Raw data:
/** δMz± of wavelength i from the cone amplitudes (§4.5); flags and nulls a cone that reached |C| ≥ 1. */
function writeDeltaMz(ctx: RunContext, out: RunColumns, i: number, h0: number, conePlus: number, coneMinus: number): void {
  let dPlus: number | null = 0;
  let dMinus: number | null = 0;
  if (ctx.hasSpins && h0 > 0) {
    dPlus = deltaMzFromCone(ctx.magnetizationAPerM, conePlus);
    dMinus = deltaMzFromCone(ctx.magnetizationAPerM, coneMinus);
    if (dPlus === null || dMinus === null) out.flags[i] = out.flags[i]! | WAVELENGTH_FLAG_CONE;
    assertFiniteDeltaMz(i, ctx.request.wavelengthsNm[i]!, dPlus, dMinus);
  }
  out.deltaMzPlusAPerM![i] = nullable(dPlus);
  out.deltaMzMinusAPerM![i] = nullable(dMinus);
}

export interface SpectrumOptions {
  onProgress?: ProgressCallback;
  shouldCancel?: () => boolean;
}

/** Wavelengths per progress/cancel check in the synchronous path. */
const SYNC_BLOCK = 8;

/** Column result, synchronously. Throws SpectrumInputError, NonFiniteResultError or SpectrumCancelledError. */
export function computeSpectrumArrays(request: SpectrumRequest, opts: SpectrumOptions = {}): SpectrumArrays {
  const job = createSpectrumJob(request);
  for (let start = 0; start < job.length; start += SYNC_BLOCK) {
    if (opts.shouldCancel?.()) throw new SpectrumCancelledError();
    const end = Math.min(job.length, start + SYNC_BLOCK);
    job.computeRange(start, end);
    opts.onProgress?.(end / job.length);
  }
  return job.finish();
}

export interface AsyncSpectrumOptions extends SpectrumOptions {
  /** Wall-clock budget per chunk before yielding to the event loop, ms (default 30). */
  chunkMs?: number;
  /** How to yield; default a zero-delay timeout, which lets queued messages (cancel) run. */
  yieldToEventLoop?: () => Promise<void>;
}

/**
 * Same result as computeSpectrumArrays, computed in chunks of about chunkMs with a yield between
 * chunks, so a worker's message handler (cancel) gets to run during a long numerical spectrum.
 */
export async function computeSpectrumArraysAsync(request: SpectrumRequest, opts: AsyncSpectrumOptions = {}): Promise<SpectrumArrays> {
  const job = createSpectrumJob(request);
  const chunkMs = opts.chunkMs ?? 30;
  const yieldNow = opts.yieldToEventLoop ?? (() => new Promise<void>((resolve) => setTimeout(resolve, 0)));
  let i = 0;
  while (i < job.length) {
    await yieldNow();
    if (opts.shouldCancel?.()) throw new SpectrumCancelledError();
    const t0 = Date.now();
    do {
      job.computeRange(i, i + 1);
      i++;
    } while (i < job.length && Date.now() - t0 < chunkMs);
    opts.onProgress?.(i / job.length);
  }
  return job.finish();
}

/** Rows from columns: NaN in the nullable columns becomes null. */
export function arraysToResult(a: SpectrumArrays): SpectrumResult {
  const points: SpectrumPoint[] = [];
  const orNull = (v: number) => (Number.isNaN(v) ? null : v);
  for (let i = 0; i < a.wavelengthNm.length; i++) {
    const p: SpectrumPoint = {
      wavelengthNm: a.wavelengthNm[i]!,
      thetaRad: a.thetaRad[i]!,
      thetaElectricRad: a.thetaElectricRad[i]!,
      thetaMagneticRad: a.thetaMagneticRad[i]!,
      thetaCrossRad: a.thetaCrossRad[i]!,
      ellipticityRad: a.ellipticityRad[i]!,
      magneticShare: orNull(a.magneticShare[i]!),
      verdetRadPerTm: orNull(a.verdetRadPerTm[i]!),
      absorptionPlusPerM: a.absorptionPlusPerM[i]!,
      absorptionMinusPerM: a.absorptionMinusPerM[i]!,
      transmissionPlus: a.transmissionPlus[i]!,
      transmissionMinus: a.transmissionMinus[i]!,
      ellipticityAngleRad: a.ellipticityAngleRad[i]!,
    };
    if (a.thetaDiamagneticRad) p.thetaDiamagneticRad = a.thetaDiamagneticRad[i]!;
    if (a.deltaMzPlusAPerM && a.deltaMzMinusAPerM) {
      p.deltaMzPlusAPerM = orNull(a.deltaMzPlusAPerM[i]!);
      p.deltaMzMinusAPerM = orNull(a.deltaMzMinusAPerM[i]!);
    }
    points.push(p);
  }
  const result: SpectrumResult = { magnetizationAPerM: a.magnetizationAPerM, points };
  if (a.maxRelDeviationFromAnalytic !== undefined) result.maxRelDeviationFromAnalytic = a.maxRelDeviationFromAnalytic;
  if (a.warnings.length > 0) result.warnings = [...a.warnings];
  return result;
}

/**
 * The spectrum of physics-model.md §6.3, synchronously (command line, instant analytic preview).
 * Throws SpectrumInputError for invalid input, NonFiniteResultError if a number would be non-finite,
 * SpectrumCancelledError when shouldCancel() turns true.
 */
export function computeSpectrum(request: SpectrumRequest, opts: SpectrumOptions = {}): SpectrumResult {
  return arraysToResult(computeSpectrumArrays(request, opts));
}

/** Parses unknown input with the one schema; returns the request or the "field: rule" lines. */
export function parseSpectrumRequest(input: unknown): { ok: true; request: SpectrumRequest } | { ok: false; issues: string[] } {
  const parsed = spectrumRequestSchema.safeParse(input);
  return parsed.success ? { ok: true, request: parsed.data } : { ok: false, issues: formatIssues(parsed.error) };
}

/** Index of refraction n = Re r(ε) of the isotropic background at one wavelength (§4.4, §5.4). */
export function backgroundIndex(params: DielectricParams, wavelengthNm: number): number {
  return rootDecaying(permittivity(params, wavelengthNm, angularFrequencyFromNm(wavelengthNm))).re;
}
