import { readFileSync } from "node:fs";
import { createServer, type Server } from "node:http";
import type { AddressInfo } from "node:net";
import path from "node:path";
import { eq } from "drizzle-orm";
import { afterAll, beforeAll, describe, expect, it } from "vitest";
import { createDb, createPool } from "@/db/connection";
import { DEMO_MEASUREMENT_SETS } from "@/db/demo-measurements";
import { importMeasurementSet } from "@/db/measurement-import";
import { auditLog, measurementSets, pendingObjectDeletes, users } from "@/db/schema";
import { deleteMeasurementSet } from "@/db/queries/measurement-sets";
import { sweepObjects } from "@/db/queries/object-sweep";
import { parseMeasurementTable, proposeMapping, readTable } from "@/lib/measurements/parse";
import { createObjectStore } from "@/lib/storage/object-store";
import { storageEnvSchema } from "@/lib/settings/storage";
import { Client, DEMO, DEMO_GARNET_SET_ID, DEMO_LAB_ID, type JsonBody, OTHER_LAB_SET_ID, signIn, uniqueName } from "./support";

/*
 * Measurement sets over HTTP against the running server, plus the import's failure paths run
 * in-process against the same PostgreSQL and object store (scripts/test.sh exports DATABASE_URL
 * and the GYROLUX_S3_* settings of the fake it started).
 */

const DEMO_FILE = path.resolve(import.meta.dirname, "../../db/demo/generated-garnet-LM-T4-verdet.csv");
const HEADER = "wavelength_nm,verdet_rad_per_T_m,sigma,temperature_K,field_T,length_m";
const DEMO_SET_ID = DEMO_MEASUREMENT_SETS.find((set) => set.file === path.basename(DEMO_FILE))!.id;

const store = createObjectStore(storageEnvSchema.parse(process.env));
const pool = createPool({ url: process.env.DATABASE_URL ?? "", max: 2 });
const db = createDb(pool);
afterAll(() => pool.end());
const safeName = (prefix: string) => `${uniqueName(prefix).replace(/[^A-Za-z0-9]+/g, "-")}.csv`;
/** Every stored object key whose file part is this name. */
const objectsNamed = async (fileName: string) => (await store.list("labs/")).filter((key) => key.endsWith(`/${fileName}`));

async function upload(
  client: Client,
  options: {
    bytes: Uint8Array | string;
    fileName: string;
    name?: string;
    labId?: string;
    mapping?: unknown;
    defaults?: unknown;
    signsFrom?: unknown;
    type?: string;
  },
) {
  const bytes = typeof options.bytes === "string" ? new TextEncoder().encode(options.bytes) : options.bytes;
  const form = new FormData();
  form.set("file", new File([bytes as BlobPart], options.fileName, { type: options.type ?? "text/csv" }));
  form.set("labId", options.labId ?? DEMO_LAB_ID);
  form.set("name", options.name ?? uniqueName("Integ measurements"));
  form.set("sample", "integration sample");
  form.set("mapping", JSON.stringify(options.mapping ?? proposeMapping(readTable(new TextDecoder().decode(bytes)).headers)));
  form.set("defaults", JSON.stringify(options.defaults ?? {}));
  if (options.signsFrom !== undefined) form.set("signsFrom", JSON.stringify(options.signsFrom));
  const response = await client.raw("POST", "/api/measurement-sets", { body: form });
  const body = (response.headers.get("content-type") ?? "").includes("json") ? await response.json() : await response.text();
  return { status: response.status, body: body as JsonBody };
}

describe("measurement sets", () => {
  let editor: Client;
  let viewer: Client;
  let outsider: Client;

  beforeAll(async () => {
    [editor, viewer, outsider] = await Promise.all([signIn(DEMO.editor), signIn(DEMO.viewer), signIn(DEMO.outsider)]);
  });

  it("stores magnitudes with the sign of a parameter set's model and records which version gave it", async () => {
    // The demo file with its minus signs dropped: magnitudes, as many vendor sheets print |V|.
    const magnitudes = readFileSync(DEMO_FILE, "utf8").replace(/^(\d[^,]*),-/gm, "$1,");
    const garnet = (await editor.get(`/api/parameter-sets/${DEMO_GARNET_SET_ID}`)).body.item;
    const fileName = safeName("magnitudes");

    // A version other than the set's current one is refused, and nothing is stored.
    const stale = await upload(editor, {
      bytes: magnitudes,
      fileName,
      signsFrom: { parameterSetId: DEMO_GARNET_SET_ID, version: garnet.version + 1 },
    });
    expect(stale.status).toBe(409);
    expect(stale.body.error.code).toBe("stale_version");
    expect(stale.body.error.fields.signsFrom).toBe(`Now at version ${garnet.version}.`);
    expect(await objectsNamed(fileName)).toEqual([]);
    // A set the caller cannot see is not found; a malformed one is a field error.
    const hidden = await upload(editor, { bytes: magnitudes, fileName, signsFrom: { parameterSetId: OTHER_LAB_SET_ID, version: 1 } });
    expect(hidden.status).toBe(404);
    const malformed = await upload(editor, { bytes: magnitudes, fileName, signsFrom: { parameterSetId: "garnet", version: 1 } });
    expect(malformed.status).toBe(400);
    expect(Object.keys(malformed.body.error.fields)).toEqual(["signsFrom.parameterSetId"]);

    const created = await upload(editor, {
      bytes: magnitudes,
      fileName,
      signsFrom: { parameterSetId: DEMO_GARNET_SET_ID, version: garnet.version },
    });
    expect(created.status).toBe(201);
    expect(created.body.item.signSource).toEqual({
      parameterSetId: DEMO_GARNET_SET_ID,
      parameterSetName: garnet.name,
      version: garnet.version,
      changedCount: 24,
    });
    const points = (await viewer.get(`/api/measurement-sets/${created.body.item.id}/points`)).body.points;
    // The garnet model's Verdet constant is negative over the file's 420–1600 nm (terbium garnets: V < 0, physics-model.md §1).
    expect(points.map((p: JsonBody) => Math.sign(p.value))).toEqual(Array(24).fill(-1));
    expect(points[0].value).toBe(-390.03);
    // The file is kept as uploaded: its magnitudes.
    const original = await viewer.raw("GET", `/api/measurement-sets/${created.body.item.id}/original`);
    expect(await original.text()).toBe(magnitudes);
    // A plain upload records no sign source.
    const plain = await upload(editor, { bytes: readFileSync(DEMO_FILE), fileName: safeName("plain") });
    expect(plain.body.item.signSource).toBeNull();
  });

  it("refuses a file with bad rows, names every line, and stores neither rows nor the object", async () => {
    const fileName = safeName("bad-rows");
    const name = uniqueName("Bad rows");
    const text = [
      "# comment line",
      HEADER,
      "632.8,-134,2,293.15,1,0.01",
      "700,,2,293.15,1,0.01",
      "800,-80,2,293.15,1,0.01",
      "900,-60,two,293.15,1,0.01",
      "1000,-50,2,293.15,1",
    ].join("\n");
    const response = await upload(editor, { bytes: text, fileName, name });
    expect(response.status).toBe(400);
    expect(response.body.error.code).toBe("validation");
    expect(response.body.error.message).toBe("The file has 3 problems; nothing was stored.");
    expect(response.body.error.problems).toEqual([
      "line 4: Verdet constant is empty",
      "line 6: σ “two” is not a number",
      "line 7: has 5 fields, the header has 6",
    ]);
    const list = await editor.get(`/api/measurement-sets?labId=${DEMO_LAB_ID}&q=${encodeURIComponent(name)}`);
    expect(list.status).toBe(200);
    expect(list.body.items).toEqual([]);
    expect(await objectsNamed(fileName)).toEqual([]);
  });

  it("imports a good file, answers its summary and SI points, and returns the original byte for byte", async () => {
    // CRLF line ends, a UTF-8 comment and no final newline: the download must keep all of it.
    const demo = readFileSync(DEMO_FILE, "utf8").replace(/\n/g, "\r\n").trimEnd();
    const bytes = new TextEncoder().encode(`# measured at 20 °C — Δλ ≈ 1 nm\r\n${demo}`);
    const fileName = safeName("round-trip");
    const name = uniqueName("Round trip");
    const created = await upload(editor, { bytes, fileName, name });
    expect(created.status).toBe(201);
    const item = created.body.item;
    expect(item).toMatchObject({
      labId: DEMO_LAB_ID,
      name,
      sample: "integration sample",
      quantity: "verdet",
      rowCount: 24,
      wavelengthSpanNm: { min: 420, max: 1600 },
      temperaturesK: [293.15],
      fieldsT: [1],
      lengthsM: [0.01],
      fileName,
      fileBytes: bytes.byteLength,
      role: "editor",
    });
    expect(item.uploadedBy.name).toBe("Dr. Tomasz Elbrecht");
    expect(await objectsNamed(fileName)).toHaveLength(1);

    const points = await viewer.get(`/api/measurement-sets/${item.id}/points`);
    expect(points.status).toBe(200);
    expect(points.body.points).toHaveLength(24);
    // Line 1 is the added comment, lines 2–4 the generator's comments, line 5 the header.
    expect(points.body.revision).toBe(1);
    expect(points.body.points[0]).toEqual({
      ordinal: 0,
      line: 6,
      wavelengthNm: 420,
      quantity: "verdet",
      value: -390.03,
      sigma: 6.2,
      temperatureK: 293.15,
      fieldT: 1,
      lengthM: 0.01,
      masked: false,
      maskReason: null,
      note: "",
      original: null,
    });

    const original = await viewer.raw("GET", `/api/measurement-sets/${item.id}/original`);
    expect(original.status).toBe(200);
    expect(original.headers.get("content-disposition")).toContain(`filename="${fileName}"`);
    expect(Buffer.compare(Buffer.from(await original.arrayBuffer()), Buffer.from(bytes))).toBe(0);

    const one = await viewer.get(`/api/measurement-sets/${item.id}`);
    expect(one.body.item).toMatchObject({ id: item.id, role: "viewer", rowCount: 24 });
    const found = await viewer.get(`/api/measurement-sets?labId=${DEMO_LAB_ID}&q=${encodeURIComponent(name)}`);
    expect(found.body.items.map((s: { id: string }) => s.id)).toEqual([item.id]);

    const again = await upload(editor, { bytes, fileName: safeName("same-name"), name });
    expect(again.status).toBe(409);
  });

  it("converts units and takes whole-file values from the form", async () => {
    const text = "energy_eV\trotation_deg\n1.959\t-7.6\n1.165\t-2.2\n";
    const mapping = proposeMapping(["energy_eV", "rotation_deg"]);
    const missing = await upload(editor, { bytes: text, fileName: safeName("defaults"), mapping });
    expect(missing.status).toBe(400);
    expect(missing.body.error.problems).toContain("Temperature: choose a column or enter one value for the whole file.");
    const created = await upload(editor, {
      bytes: text,
      fileName: safeName("defaults"),
      mapping,
      defaults: { relativeSigma: 0.05, temperatureK: 77, fieldT: 0.5, lengthM: 0.02 },
    });
    expect(created.status).toBe(201);
    expect(created.body.item).toMatchObject({ quantity: "rotation", temperaturesK: [77], fieldsT: [0.5], lengthsM: [0.02] });
    const points = (await editor.get(`/api/measurement-sets/${created.body.item.id}/points`)).body.points;
    // 180° = π rad; hc = 1239.84198 eV·nm (CODATA 2018).
    expect(points[0].value).toBeCloseTo((-7.6 * Math.PI) / 180, 12);
    expect(points[0].wavelengthNm).toBeCloseTo(1239.84198 / 1.959, 6);
  });

  it("refuses files over the size limit and requests without a file", async () => {
    const big = new Uint8Array(5 * 1024 * 1024 + 1).fill(0x31);
    // An explicit mapping: proposing one would read the 5 MiB header line first, and a pause of
    // seconds lets the server close the idle keep-alive connection under the request.
    const tooBig = await upload(editor, { bytes: big, fileName: safeName("big"), mapping: proposeMapping(HEADER.split(",")) });
    expect(tooBig.status).toBe(413);
    const form = new FormData();
    form.set("labId", DEMO_LAB_ID);
    form.set("name", uniqueName("No file"));
    form.set("mapping", JSON.stringify(proposeMapping(HEADER.split(","))));
    const noFile = await editor.raw("POST", "/api/measurement-sets", { body: form });
    expect(noFile.status).toBe(400);
    expect((await noFile.json()).error.fields.file).toBe("Choose a file.");
  });

  it("lets a viewer read but not upload or delete, and hides the sets from outsiders", async () => {
    const fileName = safeName("viewer-try");
    const refused = await upload(viewer, { bytes: readFileSync(DEMO_FILE), fileName });
    expect(refused.status).toBe(403);
    expect(await objectsNamed(fileName)).toEqual([]);
    expect((await viewer.get(`/api/measurement-sets/${DEMO_SET_ID}`)).status).toBe(200);
    expect((await viewer.delete(`/api/measurement-sets/${DEMO_SET_ID}`)).status).toBe(403);

    for (const suffix of ["", "/points", "/original"]) {
      const response = await outsider.get(`/api/measurement-sets/${DEMO_SET_ID}${suffix}`);
      expect(response.status, suffix).toBe(404);
    }
    expect((await outsider.delete(`/api/measurement-sets/${DEMO_SET_ID}`)).status).toBe(404);
    expect((await outsider.get(`/api/measurement-sets?labId=${DEMO_LAB_ID}`)).status).toBe(404);
    expect((await outsider.get("/api/measurement-sets")).body.items.map((s: { id: string }) => s.id)).not.toContain(DEMO_SET_ID);
    expect((await upload(outsider, { bytes: readFileSync(DEMO_FILE), fileName: safeName("outsider") })).status).toBe(404);
    expect((await new Client().get("/api/measurement-sets")).status).toBe(401);
  });

  it("deletes a set with its object and an audit entry", async () => {
    const fileName = safeName("to-delete");
    const created = await upload(editor, { bytes: readFileSync(DEMO_FILE), fileName });
    expect(created.status).toBe(201);
    const id = created.body.item.id;
    expect(await objectsNamed(fileName)).toHaveLength(1);
    expect((await editor.delete(`/api/measurement-sets/${id}`)).status).toBe(204);
    expect((await editor.get(`/api/measurement-sets/${id}`)).status).toBe(404);
    expect((await editor.get(`/api/measurement-sets/${id}/points`)).status).toBe(404);
    expect(await objectsNamed(fileName)).toEqual([]);
    const audit = await db.select({ action: auditLog.action, details: auditLog.details }).from(auditLog).where(eq(auditLog.targetId, id));
    expect(audit.map((a) => a.action).sort()).toEqual(["measurement_set.create", "measurement_set.delete"]);
    expect(audit.find((a) => a.action === "measurement_set.delete")?.details).toMatchObject({ rows: 24, fileName });
  });
});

What this task involves:
Scan the data above for the string "nullable" and copy each line where it appears.

Exercise output:
  out.deltaMzPlusAPerM![i] = nullable(dPlus);
  out.deltaMzMinusAPerM![i] = nullable(dMinus);
/** Rows from columns: NaN in the nullable columns becomes null. */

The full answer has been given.